Comme chaque année, Médiamétrie dévoile le « Top 100 des audiences télévisuelles de l’année ». Et comme chaque année, ou presque, TF1 en ressort en grand vainqueur. Leader incontesté de l’audimat, la chaîne de Bouygues est à la tête de ce classement depuis 2008.


Pour s’imposer à chaque fois en haut du top, TF1 compte principalement sur les rencontres sportives et sur le spectacle des Enfoirés. Ainsi, les premières places des dix derniers tops regroupait quatre matchs de football, trois matchs de rugby et trois spectacles des Enfoirés. Et la seule année où TF1 perdit le leadership, en 2008, M6 diffusait la rencontre de football France-Italie.

Si le sport occupe la plupart des premières places du classement chaque année, on constate également que certains types de programmes font un carton à chaque fois. Ainsi, il y a toujours au moins un grand succès cinématographique (Bienvenue chez les chtis, Intouchables, Les Bronzés…), un ou plusieurs épisodes de série (Les Experts, Mentalist, Dr House…) et aussi un journal télévisé (suite à des attentats, à une déclaration présidentielle…).

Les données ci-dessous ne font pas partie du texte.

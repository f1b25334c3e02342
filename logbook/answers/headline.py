"""What one reading says: the excess first, then brake efficiency, then bound and gap with their temperatures."""

from __future__ import annotations

from collections.abc import Mapping
from dataclasses import dataclass
from math import isfinite
from typing import Any

from logbook.judgement.flags import FLAGS, MARK, sentence, split

KG_T, H_DAY = 1000.0, 24.0


@dataclass(frozen=True, slots=True)
class Excess:
    """By how much more an engine burns than its own reference at this load and ambient."""

    g_kwh: float
    relative: float
    t_day: float
    points: float
    """of efficiency, 0..1"""
    u_points: float


def excess_of(row: Mapping[str, Any]) -> Excess | None:
    """The excess of a row of figures; None where it cannot be had."""
    deviation, sfoc = float(row["sfoc_deviation"]), float(row["sfoc_g_kwh"])
    points = float(row["excess_gap"])
    if not isfinite(deviation) or not isfinite(points):
        return None
    if not isfinite(sfoc):
        # Gas metered by volume has no mass: heat at the reference's value stands for it.
        sfoc = float(row["sfoc_corrected_g_kwh"])
    g_kwh = sfoc * deviation / (1 + deviation)
    t_day = g_kwh * float(row["brake_power_kw"]) * H_DAY / 1e6
    return Excess(g_kwh, deviation, t_day, points, float(row["u_excess_gap"]))


def percent(fraction: float, digits: int = 1) -> str:
    return f"{100 * fraction:.{digits}f} %" if isfinite(fraction) else "-"


def headline(row: Mapping[str, Any]) -> list[str]:
    """The answer to one reading, in the order a chief engineer wants it."""
    found = excess_of(row)
    lines = []
    if found is not None:
        lines.append(
            f"Excess {found.g_kwh:+.1f} g/kWh, {100 * found.relative:+.1f} %, {found.t_day:+.2f} t/day"
            f" at {percent(float(row['load_fraction']), 0)} load"
        )
        lines.append(
            f"  in efficiency {100 * found.points:+.1f} +- {200 * found.u_points:.1f} points against its reference"
        )
    else:
        lines.append("Excess: cannot be had for this reading.")
    efficiency = float(row["brake_thermal_efficiency"])
    if isfinite(efficiency):
        u = float(row["u_brake_thermal_efficiency"])
        consumption = float(row["sfoc_g_kwh"])
        shown = f", {consumption:.1f} g/kWh" if isfinite(consumption) else ""
        lines.append(
            f"Brake thermal efficiency {100 * efficiency:.1f} +- {200 * u:.1f} %"
            f" ({float(row['heat_rate_kj_kwh']):.0f} kJ/kWh{shown}) at {float(row['brake_power_kw']):.0f} kW"
        )
    bound = float(row["reversible_bound_ambient"])
    if isfinite(bound):
        lines.append(
            f"Reversible bound {percent(bound)} between {float(row['combustion_temperature_k']):.0f} K"
            f" ({row['combustion_temperature_method']}) and {float(row['ambient_temperature_k']):.0f} K (ambient)"
        )
        lines.append(
            f"Gap {100 * float(row['gap']):.1f} points; of the reference {100 * float(row['gap_reference']):.1f}"
        )
    lines += reasons(str(row["flags"]))
    return lines


def reasons(flags: str) -> list[str]:
    """Every flag of a row in words: refusals first, then marks."""
    keys = split(flags)
    ordered = [key for key in keys if FLAGS[key].kind != MARK] + [key for key in keys if FLAGS[key].kind == MARK]
    return [sentence(key) for key in ordered]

Cependant, quand on regarde le classement dans son ensemble, on s’aperçoit que le sport, en dehors des années de Coupe du monde de foot, n’apparaît que peu de fois dans le top 100. Ce sont les téléfilms et les séries télévisées qui sont les plus vus au final, deux programmes sur lesquels TF1 mise de plus en plus en dépit du sport.

Mais comment mesure-t-on l’audience TV ? L’organisme privé chargé de cette mission est Médiamatrie. Financée en partie par les grands groupes TV (TF1, France Télévisions, Canal+…), Médiamétrie analyse également les audiences du replay TV et de la radio. Sur son site internet, la société explique le fonctionnement de la mesure de l’audimat.

Tous les jours, l’entreprise analyse les programmes TV de 5000 foyers triés sur le volet, soit un peu plus de 11 000 personnes, triées selon leur CSP, leur âge, l’endroit où ils vivent, leur situation familiale… Le but : qu’ils représentent le plus fidèlement possible la société française.

Ces milliers de téléspectateurs voient ainsi leurs choix pris en compte, à chaque fois qu’il changent de chaîne. Leurs télévisions sont équipés de petits boîtiers qui émettent un signal dès que l’on change de chaîne, signal que Mediamétrie analyse instantanément. Le but est donc de savoir ce que les téléspectateurs regarde, afin de définir les publics des émissions, mais surtout d’analyser les comportements de ces derniers, face aux publicités notamment.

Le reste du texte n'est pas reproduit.